## What to produce
Look for the word "meanKinship" in the data below, and copy every line that holds it.

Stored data
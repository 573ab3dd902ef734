import { isPacked, type KinshipMatrix, type PackedMatrix } from './kinshipMatrix';
import { noAnimals } from './pedigreeError';

/**
 * Mean kinship of each of `ids` with all of `ids`, itself included (Ballou & Lacy 1995): 0 to 1, low where a fish carries
 * rare founders. Throws `unknownId`. Every id counts once.
 */
export function meanKinship(matrix: KinshipMatrix, ids: string[]): Map<string, number> {
  const group = [...new Set(ids)];
  if (isPacked(matrix)) return meanOfPacked(matrix, group);
  const mean = (id: string) => group.reduce((sum, other) => sum + matrix.between(id, other), 0) / group.length;
  return new Map(group.map((id) => [id, mean(id)]));
}

/**
 * Gene diversity kept in the group, 0 to 1: 1 less the mean of all kinships, those of each fish with itself included
 * (Lacy 1995). Throws `noAnimals` for an empty group, `unknownId`.
 */
export function geneDiversity(matrix: KinshipMatrix, ids: string[]): number {
  return 1 - groupKinship(matrix, ids, 'gene diversity');
}

/**
 * How many unrelated, non-inbred founders would hold as much gene diversity as the group: 1 / (2 x mean kinship)
 * (Lacy 1989). Throws `noAnimals` for an empty group, `unknownId`.
 */
export function founderGenomeEquivalents(matrix: KinshipMatrix, ids: string[]): number {
  return 1 / (2 * groupKinship(matrix, ids, 'the number of founder genomes'));
}

function groupKinship(matrix: KinshipMatrix, ids: string[], what: string): number {
  const means = [...meanKinship(matrix, ids).values()];
  if (means.length === 0) throw noAnimals(what);
  return means.reduce((sum, mean) => sum + mean, 0) / means.length;
}

/** By classes of fish that are alike: a brood of fifty without young costs no more than one fish. */
function meanOfPacked({ packed, indexOf }: PackedMatrix, group: string[]): Map<string, number> {
  const { classOf, values, self } = packed;
  const heads = new Map<number, number>();
  for (const id of group) {
    const each = classOf[indexOf(id)] ?? 0;
    heads.set(each, (heads.get(each) ?? 0) + 1);
  }
  const sums = classSums(values, heads);
  return new Map(
    group.map((id) => {
      const index = indexOf(id);
      const own = classOf[index] ?? 0;
      const withItself = (self[index] ?? 0) - (values[(own * (own + 3)) / 2] ?? 0);
      return [id, ((sums.get(own) ?? 0) + withItself) / group.length];
    }),
  );
}

/** For each class the sum of its kinships over all heads, its own heads counted as fish other than itself. */
function classSums(values: Float64Array, heads: Map<number, number>): Map<number, number> {
  const classes = Int32Array.from(heads.keys()).sort();
  const counts = Float64Array.from(classes, (each) => heads.get(each) ?? 0);
  const sums = new Float64Array(classes.length);
  for (let j = 0; j < classes.length; j += 1) {
    const row = ((classes[j] ?? 0) * ((classes[j] ?? 0) + 1)) / 2;
    for (let i = 0; i <= j; i += 1) {
      const value = values[row + (classes[i] ?? 0)] ?? 0;
      sums[j] = (sums[j] ?? 0) + (counts[i] ?? 0) * value;
      if (i < j) sums[i] = (sums[i] ?? 0) + (counts[j] ?? 0) * value;
    }
  }
  return new Map(Array.from(classes, (each, index) => [each, sums[index] ?? 0]));
}
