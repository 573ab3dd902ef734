import { notFound } from '../../shared/refusal';
import { newId } from '../db/newId';
import type { KindRules } from '../record/kinds';

/** What Record can say about single fish. */
export const fishKinds: Pick<KindRules, 'dominant'> = {
  dominant: {
    async store(scope, { fishId, onDay, note }, { entryId }) {
      const { db, roomId, actorId, now } = scope;
      const fish = await db
        .selectFrom('fish')
        .where('roomId', '=', roomId)
        .where('id', '=', fishId)
        .select('id')
        .executeTakeFirst();
      if (!fish) throw notFound('That fish');
      await db
        .insertInto('finding')
        .values({
          roomId,
          id: newId(now),
          fishId,
          kind: 'dominance',
          onDay,
          value: 'dominant',
          how: 'seen',
          note,
          actorId,
          at: now,
          entryId,
        })
        .execute();
      return { onDay, about: [{ thing: 'fish', id: fishId }] };
    },
    say: ({ fishId }, codes) => `Dominant: ${codes(fishId)}`,
  },
};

## Answer to this problem
export function meanKinship(matrix: KinshipMatrix, ids: string[]): Map<string, number> {
  const means = [...meanKinship(matrix, ids).values()];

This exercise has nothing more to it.